Second LUKS password prompt

Fabian · 17 June 2026 18:02

Since some recent update, I’m getting two prompts for my hard drive password. The first is the usual one, on the screen with the manufacturer’s logo, as expected. Then I see the GRUB menu, then it gets partway through starting the system and asks me again:
Please enter passphrase for disk WD_BLACK … (luks-5f…)::
There’s a photo of this prompt in my other thread: Temperature sensor/fan control not fully working
This used to not happen, one password entry was enough.
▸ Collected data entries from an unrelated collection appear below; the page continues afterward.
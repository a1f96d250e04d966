"""Multi-axle carts: wheel phasing, resting axle heights, chassis pitch and seat bounce.

Each wheel's ideal angle follows from its own position on the track,
``wheel_angle(x + offset_i)``. Uncoupled wheels find that angle by rolling, so
any wheelbase rides level (but their shafts turn at different rates, so each
needs its own drive or a differential). Wheels coupled to one shaft keep the
relative angles they were assembled with; when the wheelbase is not a whole
number of track periods those angles drift from the ideal ones and the cart
bounces and pitches.

The quasi-static model here: the rear wheel's angle follows its ideal one, each
other wheel keeps its assembly angle relative to it (plus any mounting error
``vehicle.phase_offsets_rad``), and every wheel rests on the track at the
lowest axle height that keeps its whole outline on or above the track,
``h = max over rim points (y_track(x + p_x) - p_y)``. The chassis then rests on
those heights as a rigid beam with the least body height (a two-variable linear
programme, solved over the pairs of supporting axles); a wheel below the beam has
lifted off. This ignores the slip and dynamics that the simulation includes.

A wheelbase is judged as a builder measures it: within ``vehicle.wheelbase_tolerance_m``
of a whole number of track periods it is in phase; farther off, coupled wheels are out of
phase only when the cart's bounce, pitch or skid (the slip one shaft angle forces) exceed
those of a wheelbase off by the tolerance, so round wheels are in phase at any wheelbase.
"""

from __future__ import annotations

import math

import numpy as np

from ridesim.assess.clearance import _BoxTree, _LineEnvelope
from ridesim.assess.findings import Finding
from ridesim.errors import InputError
from ridesim.model.vehicle import axle_offsets_m
from ridesim.records import record
from ridesim.solve.pair import RollingPair

__all__ = ["resting_height", "PhasingResult", "cart_phasing", "band_limited_peak_accel",
           "SEAT_BAND_HZ"]

TWO_PI = 2.0 * math.pi

SEAT_BAND_HZ = 80.0
"""Highest frequency [Hz] kept in the seat acceleration estimate: the top of the band that the
ISO 2631-1 weightings cover (0.5-80 Hz). Where a wheel's resting contact jumps (a vertex meets
the next arch) the quasi-static seat height has a kink, an impact whose acceleration is
unbounded; cut at the standard's band the estimate is a finite figure that finer sampling
does not change."""

MAX_SAMPLES = 8192
"""Most chassis positions per revolution for a seat acceleration estimate (about 0.5 s of
work); a slower cart gets a lower band, and says so."""


def band_limited_peak_accel(height_m: np.ndarray, period_s: float, band_hz: float,
                            oversample: int = 4) -> float:
    """Peak ``|d^2 h / dt^2|`` [m/s^2] of a periodic record, keeping harmonics up to ``band_hz``.

    Parameters
    ----------
    height_m : ndarray, shape (n,)
        One period of a height [m], sampled evenly in time (no repeat of the first sample).
    period_s : float
        The period [s].
    band_hz : float
        Highest harmonic frequency [Hz] kept.
    oversample : int
        The acceleration is evaluated on a grid this many times finer (by zero padding), so
        that a peak between samples is not missed.

    Returns
    -------
    float

    Examples
    --------
    >>> t = np.arange(256) / 256.0
    >>> round(band_limited_peak_accel(0.001 * np.cos(2 * np.pi * 3 * t), 1.0, 80.0), 6)
    0.355306
    """
    h = np.asarray(height_m, dtype=float)
    n = h.size
    spec = np.fft.rfft(h)
    f = np.arange(spec.size) / period_s
    acc = -((TWO_PI * f) ** 2) * spec
    acc[f > band_hz] = 0.0
    m = oversample * n
    a = np.fft.irfft(acc, n=m) * (m / n)
    return float(np.max(np.abs(a)))


class _Rim:
    """The rim as a closed curve ``p(u)`` with ``u`` in [0, n).

    Polygon wheels: vertex ``i`` at ``u = i``, straight edges between; smooth wheels: polar
    angle ``2 pi u / n``.
    """

    def __init__(self, pair: RollingPair, n_smooth: int = 720, per_edge: int = 24) -> None:
        w = pair.wheel
        self.wheel = w
        self.v: np.ndarray | None
        if w.is_polygon:
            self.v = np.asarray(w.vertices)
            self.n = len(self.v)
            self.per = per_edge
        else:
            self.v = None
            self.n = n_smooth
            self.per = 1
        self.u = np.arange(self.n * self.per) / self.per

    def points(self, u: np.ndarray) -> tuple[np.ndarray, np.ndarray]:
        if self.v is not None:
            i = np.floor(u).astype(int) % self.n
            f = u - np.floor(u)
            a, b = self.v[i], self.v[(i + 1) % self.n]
            p = a + f[..., None] * (b - a)
            return p[..., 0], p[..., 1]
        phi = TWO_PI * u / self.n
        r = self.wheel.radius(phi)
        return r * np.cos(phi), r * np.sin(phi)


def _golden(f, lo: np.ndarray, hi: np.ndarray, steps: int) -> np.ndarray:
    """Largest value of ``f`` on ``[lo, hi]`` (elementwise) by golden-section search."""
    gr = 0.5 * (math.sqrt(5.0) - 1.0)
    pc, pd = hi - gr * (hi - lo), lo + gr * (hi - lo)
    fc, fd = f(pc), f(pd)
    for _ in range(steps):
        left = fc > fd  # the maximum lies in [lo, pd]
        hi = np.where(left, pd, hi)
        lo = np.where(left, lo, pc)
        new_pt = np.where(left, hi - gr * (hi - lo), lo + gr * (hi - lo))
        f_new = f(new_pt)
        pd, fd, pc, fc = (np.where(left, pc, new_pt), np.where(left, fc, f_new),
                          np.where(left, new_pt, pd), np.where(left, f_new, fd))
    return np.maximum(np.maximum(fc, fd), np.maximum(f(lo), f(hi)))


def resting_height(pair: RollingPair, x_m, theta_rad, *, chunk: int = 2048,
                   refine: int = 40) -> np.ndarray:
    """Lowest axle height [m] at which the wheel, turned ``theta``, sits on the track at ``x``.

    Parameters
    ----------
    pair : RollingPair
        The solved pair (its track and wheel).
    x_m : array_like
        Axle positions [m].
    theta_rad : array_like
        Clockwise wheel angles [rad] (same shape as ``x_m``).
    chunk : int
        Poses evaluated at once (bounds memory; each pose keeps only a few rim runs).
    refine : int
        Golden-section steps that refine the touching rim point between samples.

    Returns
    -------
    ndarray
        ``max over the rim (y_track(x + p_x) - p_y)`` for each pose; 0 for the ideal pose.

    Notes
    -----
    The best rim sample is found by branch and bound over the rim's hierarchy of boxes
    (see :mod:`ridesim.assess.clearance`): a run of samples is dropped only when a bound
    shows it cannot beat a gap some sample attains, so the result is that of trying every
    sample, at a cost that grows about as the logarithm of the rim size per pose.
    """
    x = np.atleast_1d(np.asarray(x_m, dtype=float))
    th = np.broadcast_to(np.asarray(theta_rad, dtype=float), x.shape)
    rim = _Rim(pair)
    px0, py0 = rim.points(rim.u)
    out = np.empty(x.shape)
    m = px0.size
    # Rim samples in order of polar angle (a star-shaped rim's order, up to where it wraps).
    phi0 = np.mod(np.arctan2(py0, px0), TWO_PI)
    by_angle = np.argsort(phi0, kind="stable")
    phi_sorted = phi0[by_angle]
    tree = _BoxTree(np.column_stack([px0, py0]), edges=False)
    per_rev = max(1, int(round(pair.revolution_length / pair.track.period)))
    lines = _LineEnvelope(pair.track, min(1 << 17, 2 * rim.n // per_rev + 1))

    def gap(xs, c, s, u):
        px, py = rim.points(u)
        # Clockwise rotation by theta: (px, py) -> (c px + s py, -s px + c py).
        X = c * px + s * py
        Y = -s * px + c * py
        return pair.track.y(xs + X) - Y

    def sample_gap(pi, ki, xs, c, s):
        # gap() at rim samples ki for poses pi, element by element.
        X = c[pi] * px0[ki] + s[pi] * py0[ki]
        Y = -s[pi] * px0[ki] + c[pi] * py0[ki]
        return np.asarray(pair.track.y(xs[pi] + X), dtype=float) - Y

    step = max(1, int(chunk))
    for a in range(0, x.size, step):
        xs, ts = x[a:a + step], th[a:a + step]
        nq = len(xs)
        c, s = np.cos(ts), np.sin(ts)
        # The samples either side of the ray straight down touch in the ideal pose: the larger
        # of their gaps is a floor for the best sample, and rim runs whose bound on the gap
        # (see _BoxTree) falls below that floor cannot hold the best sample.
        j = np.searchsorted(phi_sorted, np.mod(ts - 0.5 * math.pi, TWO_PI))
        near = np.stack([by_angle[j % m], by_angle[j - 1]], axis=1)
        q = np.repeat(np.arange(nq), 2)
        floor = sample_gap(q, near.ravel(), xs, c, s).reshape(nq, 2).max(axis=1)
        pi, ki = tree.candidates(xs, c, s, lines, floor, lower=False,
                                 probe=lambda pi, ki, xs=xs, c=c, s=s: sample_gap(pi, ki, xs, c, s))
        # Keep the floor's own samples whatever the bounds say, then order by pose and sample.
        pi = np.concatenate([pi, q])
        ki = np.concatenate([ki, near.ravel()])
        order = np.lexsort((ki, pi))
        pi, ki = pi[order], ki[order]
        dup = np.concatenate(([False], (pi[1:] == pi[:-1]) & (ki[1:] == ki[:-1])))
        pi, ki = pi[~dup], ki[~dup]
        g = sample_gap(pi, ki, xs, c, s)
        # Per pose, the largest gap and (among equal ones) the first sample, as argmax gives.
        order = np.lexsort((ki, -g, pi))
        first = order[np.concatenate(([True], pi[order][1:] != pi[order][:-1]))]
        k = np.empty(nq, dtype=np.int64)
        best = np.empty(nq)
        k[pi[first]] = ki[first]
        best[pi[first]] = g[first]
        # Refine on each side of the best sample (golden section on the rim parameter; each
        # side is smooth, a vertex sits at most at its end), and try the rim point on the
        # ray straight down, which touches exactly in the ideal pose.
        def along(u, xs=xs, cc=c, ss=s):
            return gap(xs, cc, ss, u)

        f1 = _golden(along, rim.u[k] - 1.0 / rim.per, rim.u[k], refine)
        f2 = _golden(along, rim.u[k], rim.u[k] + 1.0 / rim.per, refine)
        r_down = pair.wheel.radius(ts - 0.5 * math.pi)
        f_down = pair.track.y(xs) + r_down
        best = np.maximum(best, f_down)
        out[a:a + step] = np.maximum(best, np.maximum(f1, f2))
    return out
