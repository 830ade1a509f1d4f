"""The viewer page: served from package data, self-contained, and driven in a real browser
(Debian's headless chromium through Playwright) against a live server on 127.0.0.1."""
import fnmatch
import io
import math
import os
import re
import shutil
import signal
import subprocess
import tomllib
import zipfile
from pathlib import Path

import httpx
import pytest
from fastapi.testclient import TestClient
from test_live import dockerfile_cmd, free_port, local_argv, wait_until_alive

from geotween.service.api import create_app
from geotween.service.registry import Registry
from geotween.service.settings import Settings

ROOT = Path(__file__).resolve().parents[2]
STATIC = ROOT / "service" / "static"
SCRIPTS = ("viewer.js", "viewer-core.js", "viewer-model.js", "viewer-map.js")  # viewer.js imports the rest
CHROMIUM = Path("/usr/bin/chromium")
BROWSER_ARGS = ["--headless", "--no-sandbox", "--disable-gpu", "--disable-quic", "--no-first-run",
                "--disable-background-networking", "--disable-component-update", "--disable-sync"]
WAIT_MS = 60_000  # first model load builds the latent graph; slow on a busy 2-core machine


# -- the page as files and HTTP answers -----------------------------------------------------------
@pytest.fixture(scope="module")
def client(tmp_path_factory):
    with TestClient(create_app(Settings(registry=tmp_path_factory.mktemp("empty-registry")))) as c:
        yield c


def test_the_page_and_its_files_are_served(client):
    page = client.get("/")
    assert page.status_code == 200 and page.headers["content-type"].startswith("text/html")
    policy = page.headers["content-security-policy"]
    assert "script-src 'self'" in policy and "connect-src 'self'" in policy and "default-src 'none'" in policy
    assert "synthesized, not captured" in page.text.lower()
    for name, kind in [(n, "text/javascript") for n in SCRIPTS] + [("viewer.css", "text/css")]:
        r = client.get(f"/viewer/{name}")
        assert r.status_code == 200 and r.headers["content-type"].startswith(kind)
        assert r.content == (STATIC / name).read_bytes()
        assert f"viewer/{name}" in page.text
    missing = client.get("/viewer/secrets.txt")
    assert missing.status_code == 404 and missing.json()["error"]["field"] == "asset"
    assert client.get("/viewer/..%2Fapi.py").status_code == 404


def test_the_page_fetches_nothing_from_elsewhere():
    text = {p.name: p.read_text() for p in STATIC.iterdir()}
    assert set(text) == {"index.html", "viewer.css", *SCRIPTS}
    for name, body in text.items():
        # the one absolute URL allowed is the SVG namespace name, which is an identifier, not a fetch
        urls = set(re.findall(r"(?:https?:)?//[A-Za-z0-9.-]+\.[a-z]{2,}[^\s\"')]*", body))
        assert urls <= {"http://www.w3.org/2000/svg"}, (name, urls)
        assert "@import" not in body and "import(" not in body
    for ref in re.findall(r'(?:src|href)="([^"]+)"', text["index.html"]):
        assert not ref.startswith(("/", "http")), ref  # relative: works behind a path prefix too
    # the modules import one another by relative name only, and every one they name is shipped
    imported = {m for n in SCRIPTS for m in re.findall(r'^import [^;]+ from "([^"]+)";', text[n], re.M)}
    assert imported == {"./" + n for n in SCRIPTS if n != "viewer.js"}


def test_the_page_uses_buttons_and_labels():
    html = (STATIC / "index.html").read_text()
    js = "".join((STATIC / n).read_text() for n in SCRIPTS)
    ids = set(re.findall(r'<(?:input|select)[^>]*\bid="([^"]+)"', html))
    labelled = set(re.findall(r'<label[^>]*\bfor="([^"]+)"', html)) | set(re.findall(r'aria-label[^>]*id="([^"]+)"', html))
    assert ids - labelled == set(), "every control has a label"
    assert "<div onclick" not in html and 'role="button"' not in html and 'role="button"' not in js


def test_pip_install_ships_every_package_and_the_page():
    tool = tomllib.loads((ROOT / "pyproject.toml").read_text())["tool"]["setuptools"]
    listed = set(tool["packages"])
    found = {"geotween." + str(p.parent.relative_to(ROOT)).replace(os.sep, ".") for top in ("models", "service")
             for p in (ROOT / top).rglob("__init__.py")}
    assert found <= listed, f"packages missing from pyproject: {sorted(found - listed)}"
    patterns = tool["package-data"]["geotween.service"]
    for f in STATIC.iterdir():
        assert any(fnmatch.fnmatch(str(f.relative_to(ROOT / "service")), pat) for pat in patterns), f.name


def test_ci_installs_chromium_before_the_readme_test_command():
    readme = (ROOT / "README.md").read_text()
    command = re.search(r"Run the tests:\n\n    (.+)\n", readme).group(1)
    script = (ROOT / ".ci" / "run").read_text()
    lines = script.splitlines()
    assert command in lines, "the README's test command, verbatim"
    install = next(i for i, line in enumerate(lines) if "apt-get install" in line)
    asked = "\n".join(lines[:install])
    assert "need+=(chromium)" in asked and "need+=(postgresql-15)" in asked  # what the install line installs
    assert install < lines.index(command)
    assert "/usr/bin/chromium" in script and "DEBIAN_FRONTEND=noninteractive" in script
    assert "playwright install" not in script
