class Registry:
    """Versioned bundles under one root folder; safe across threads and processes.

    Every operation opens its own SQLite connection (WAL: concurrent readers, one writer).
    `busy_timeout_s` is how long a writer waits for another writer, in seconds;
    staging folders older than `stale_staging_s` seconds are removed when the registry is opened.
    """

    def __init__(self, root: str | Path, *, busy_timeout_s: float = 10.0,
                 stale_staging_s: float = 3600.0, index_url: str | None = None, store: ObjectStore | None = None):
        for key, value in (("busy_timeout_s", busy_timeout_s), ("stale_staging_s", stale_staging_s)):
            if not value > 0:
                raise ValueError(f"{key} must be > 0 seconds; got {value!r}")
        self.root = Path(root).expanduser().absolute()
        self.index = self.root / "index.sqlite"
        self.busy_timeout_s = float(busy_timeout_s)
        self.stale_staging_s = float(stale_staging_s)
        self._setup_lock = threading.Lock()
        self._is_setup = False
        self.store = store  # None: bundles in ROOT/models
        self._local_con = threading.local()  # each thread's connection for generation()
        self._pg = None
        if index_url is not None:  # the index in PostgreSQL, shared by every replica
            self._pg = PgIndex(index_url, timeout_s=busy_timeout_s)

    @classmethod
    def open(cls, root: str | Path | None = None, *, create: bool = True, **settings) -> "Registry":
        """Open (and with `create`, initialise) the registry at resolve_root(root)."""
        registry = cls(resolve_root(root), **settings)
        if not create and registry._pg is None and not registry.index.is_file():
            raise RegistryError(f"no registry at {registry.root} (index.sqlite missing); "
                                f"open it with create=True to make one")
        registry._setup()
        return registry

    def readable(self) -> bool:
        """True when the index opens and answers a query (a readiness probe; creates nothing)."""
        if self._pg is not None:
            try:
                with self._connect() as con:
                    con.execute("SELECT count(*) FROM versions").fetchone()
                return True
            except RegistryError:
                return False
        uri = self.index.as_uri() + "?mode=rw"  # rw, not rwc: a missing index stays missing
        try:
            with contextlib.closing(sqlite3.connect(uri, uri=True, timeout=self.busy_timeout_s)) as con:
                con.execute("SELECT count(*) FROM versions").fetchone()
            return True
        except sqlite3.Error:
            return False

    def list_models(self) -> list[ModelSummary]:
        """Every name with at least one ready version, sorted by name."""
        self._setup()
        with self._connect() as con:
            rows = con.execute(
                "SELECT v.name, v.version, c.n, v.created FROM versions v JOIN (SELECT name, max(version) AS "
                "latest, count(*) AS n FROM versions WHERE status = 'ready' GROUP BY name) c ON v.name = c.name "
                "AND v.version = c.latest ORDER BY v.name").fetchall()
        return [ModelSummary(*row) for row in rows]

    def versions(self, name: str) -> list[ModelVersion]:
        """Ready versions of `name`, ascending; ModelNotFound when there are none."""
        name = check_name(name)
        self._setup()
        with self._connect() as con:
            rows = _ready(con, "name = ? ORDER BY version", name).fetchall()
        if not rows:
            raise ModelNotFound(f"no model named {name!r} in the registry at {self.root}")
        return [self._to_version(row) for row in rows]

    def get(self, name: str, version: int | None = None) -> ModelVersion:
        """The given version of `name`, or its latest ready version when `version` is None."""
        name = check_name(name)
        version = None if version is None else check_version(version)
        self._setup()
        with self._connect() as con:
            if version is None:
                row = _ready(con, "name = ? ORDER BY version DESC LIMIT 1", name).fetchone()
            else:
                row = _ready(con, "name = ? AND version = ?", name, version).fetchone()
            if row is None:
                raise self._missing(con, name, version)
        if self.store is not None:
            self.store.local(row[-1])  # the bundle served is a local copy
        return self._to_version(row)

    def generation(self) -> int:
        """A counter bumped by every publish and delete; compare it to notice changes cheaply. Asked on
        every request, so with SQLite each thread keeps one connection for it (opening one costs
        0.4 ms; the read itself 0.01 ms); a failed read drops that connection."""
        self._setup()
        if self._pg is not None:
            with self._connect() as con:
                return int(con.execute("SELECT value FROM meta WHERE key = 'generation'").fetchone()[0])
        con = getattr(self._local_con, "con", None)
        try:
            if con is None:
                con = self._local_con.con = sqlite3.connect(self.index, timeout=self.busy_timeout_s,
                                                            isolation_level=None, check_same_thread=True)
            return int(con.execute("SELECT value FROM meta WHERE key = 'generation'").fetchone()[0])
        except sqlite3.Error as exc:
            self._local_con.con = None
            raise RegistryError(f"registry index {self.index}: {exc}") from exc

    def publish(self, name: str, build: Callable[[Path], None]) -> ModelVersion:
        """Run build(folder) in a fresh staging folder, then make it the next version of `name`.

        The folder must end up holding manifest.json with "hash" (str) and "metrics" (object).
        On any failure the staging folder is removed and the registry is left as it was.
        """
        name = check_name(name)
        self._setup()
        staging = Path(tempfile.mkdtemp(prefix=f"{name}-", dir=self.root / "staging"))
        try:
            build(staging)
            manifest = _read_manifest(staging)
            if self.store is not None:  # uploaded before the row is written: a version exists once its row commits
                stored = self.store.put(staging)
                with self._connect(write=True) as con:
                    version = (con.execute("SELECT max(version) FROM versions WHERE name = ?",
                                           (name,)).fetchone()[0] or 0) + 1
                    entry = ModelVersion(name, version, _utc_now(), manifest["hash"], manifest["metrics"],
                                         self._local(stored))
                    _insert_row(con, entry, stored)
                    _bump_generation(con)
                with contextlib.suppress(OSError):  # the local copy is the staging folder itself
                    self.store.cache.mkdir(parents=True, exist_ok=True)
                    os.rename(staging, entry.path)
                return entry
            _fsync_tree(staging)  # contents are final: flush them before taking the write lock
            with self._connect(write=True) as con:
                last = con.execute("SELECT max(version) FROM versions WHERE name = ?",
                                   (name,)).fetchone()[0]
                parent = self.root / "models" / name
                parent.mkdir(parents=True, exist_ok=True)
                version = (last or 0) + 1
                while (parent / str(version)).exists():  # orphan of a crashed publish: keep it
                    version += 1
                final = parent / str(version)
                entry = ModelVersion(name, version, _utc_now(), manifest["hash"],
                                     manifest["metrics"], final)
                os.rename(staging, final)
                try:
                    _fsync(parent)
                    _insert_row(con, entry, final.relative_to(self.root).as_posix())
                    _bump_generation(con)
                    con.commit()
                except BaseException:
                    _move_back(final, staging)  # so index and disk agree
                    raise
            return entry
        finally:
            shutil.rmtree(staging, ignore_errors=True)

    def delete(self, name: str, version: int) -> None:
        """Mark a version deleted and remove its folder; its number is never reused."""
        name, version = check_name(name), check_version(version)
        self._setup()
        with self._connect(write=True) as con:
            row = _ready(con, "name = ? AND version = ?", name, version).fetchone()
            if row is None:
                raise self._missing(con, name, version)
            con.execute("UPDATE versions SET status = 'deleted' WHERE name = ? AND version = ?",
                        (name, version))
            _bump_generation(con)
            shared = con.execute("SELECT count(*) FROM versions WHERE status = 'ready' AND path = ?",
                                 (row[-1],)).fetchone()[0]
        # Only after the commit: until then readers may still be handed this folder.
        if self.store is None:
            shutil.rmtree(self._to_version(row).path, ignore_errors=True)
        elif not shared:  # content-addressed: another version may hold the same bundle
            self.store.remove(row[-1])

    def _setup(self) -> None:
        with self._setup_lock:
            if self._is_setup:
                return
            for sub in ("models", "staging"):
                (self.root / sub).mkdir(parents=True, exist_ok=True)
            if self._pg is not None:
                with self._connect(schema=True) as con:
                    for statement in _SCHEMA:
                        con.execute(statement)
            else:
                with self._connect() as con:
                    con.execute("PRAGMA journal_mode=WAL")  # persistent: readers never block the writer
                    for statement in _SCHEMA:
                        con.execute(statement)
            self._clean_staging()
            self._is_setup = True

    def _clean_staging(self) -> None:
        cutoff = time.time() - self.stale_staging_s
        for entry in (self.root / "staging").iterdir():
            with contextlib.suppress(OSError):  # another process may be cleaning too
                if entry.lstat().st_mtime < cutoff:
                    shutil.rmtree(entry, ignore_errors=True)

    @contextlib.contextmanager
    def _connect(self, *, write: bool = False, schema: bool = False) -> Iterator:
        if self._pg is not None:
            with self._pg.connect(write=write, schema=schema, error=RegistryError,
                                  passing=(RegistryError, InvalidName, ModelNotFound)) as con:
                yield con
            return
        try:
            con = sqlite3.connect(self.index, timeout=self.busy_timeout_s, isolation_level=None)
        except sqlite3.Error as exc:
            raise RegistryError(f"cannot open registry index {self.index}: {exc}") from exc
        try:
            if write:
                con.execute("BEGIN IMMEDIATE")  # take the write lock now, not at the first write
            yield con
            if con.in_transaction:
                con.execute("COMMIT")
        except BaseException as exc:
            if con.in_transaction:
                with contextlib.suppress(sqlite3.Error):
                    con.execute("ROLLBACK")
            if isinstance(exc, sqlite3.Error):
                raise RegistryError(f"registry index {self.index}: {exc}") from exc
            raise
        finally:
            con.close()

    def _local(self, path: str) -> Path:
        return self.store.cache / path.removeprefix(S3_PREFIX) if path.startswith(S3_PREFIX) else self.root / path

    def _missing(self, con, name: str, version: int | None) -> ModelNotFound:
        ready = [v for (v,) in con.execute("SELECT version FROM versions WHERE name = ? AND "
                                           "status = 'ready' ORDER BY version", (name,))]
        if not ready:
            return ModelNotFound(f"no model named {name!r} in the registry at {self.root}")
        deleted = con.execute("SELECT 1 FROM versions WHERE name = ? AND version = ?",
                              (name, version)).fetchone()
        why = "was deleted" if deleted else "does not exist"
        return VersionNotFound(f"version {version} of model {name!r} {why}; "
                               f"ready versions: {', '.join(map(str, ready))}")

    def _to_version(self, row: tuple) -> ModelVersion:
        name, version, created, hash_, metrics, path = row
        return ModelVersion(name, version, created, hash_, json.loads(metrics), self._local(path))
Here are some relevant files:

[fabian@nova ~]$ cat /etc/mkinitcpio.conf | grep -v -e ^# -e ^$
MODULES=()
BINARIES=()
FILES=(/crypto_keyfile.bin)
HOOKS=(base systemd keyboard autodetect modconf block sd-vconsole sd-encrypt filesystems fsck)
[fabian@nova ~]$ cat /etc/default/grub | grep -v -e ^# -e ^$
GRUB_DEFAULT=saved
GRUB_TIMEOUT=1
GRUB_DISTRIBUTOR="Manjaro"
GRUB_CMDLINE_LINUX_DEFAULT="rd.luks.name=5f8bee24-4ef7-4133-a91d-725356237ac9=luks-5f8bee24-4ef7-4133-a91d-725356237ac9 luks.key=/crypto_keyfile.bin root=/dev/mapper/luks-5f8bee24-4ef7-4133-a91d-725356237ac9 splash snd-hda-intel.model=clevo-p950"
GRUB_CMDLINE_LINUX=""
GRUB_PRELOAD_MODULES="part_gpt part_msdos"
GRUB_TIMEOUT_STYLE=menu
GRUB_TERMINAL_INPUT=console
GRUB_GFXMODE=auto
GRUB_GFXPAYLOAD_LINUX=keep
GRUB_DISABLE_RECOVERY=true
GRUB_COLOR_NORMAL="light-gray/black"
GRUB_COLOR_HIGHLIGHT="green/black"
GRUB_THEME="/usr/share/grub/themes/manjaro/theme.txt"
GRUB_SAVEDEFAULT=true
GRUB_DISABLE_OS_PROBER=false
GRUB_ENABLE_CRYPTODISK=y

Their current state is the result of a post from last year. It used to work fine with this setup.
There is a file /etc/mkinitcpio.conf.pacnew, but that would empty the FILES parameter and replace the HOOKS entry sd-encrypt with microcode and kms, which seems like a bad idea to just copy, especially since I don’t understand what it means. It also has a different order of hooks, maybe some of that would be useful, but it used to work without that additional prompt with the order that I currently have.
I have also started Linux 6.6, there I have the same issue.
How do I get rid of this second prompt?

Yochanan · 17 June 2026 18:22

The old Busybox init hooks were replaced with the Systemd init hooks. See mkinitcpio - ArchWiki

If you haven’t manually added / removed / modified mkinitcpio.conf yourself, then the defaults for an encrypted root filesystem should be fine along with the optional plymouth hook that is added during a Manjaro install.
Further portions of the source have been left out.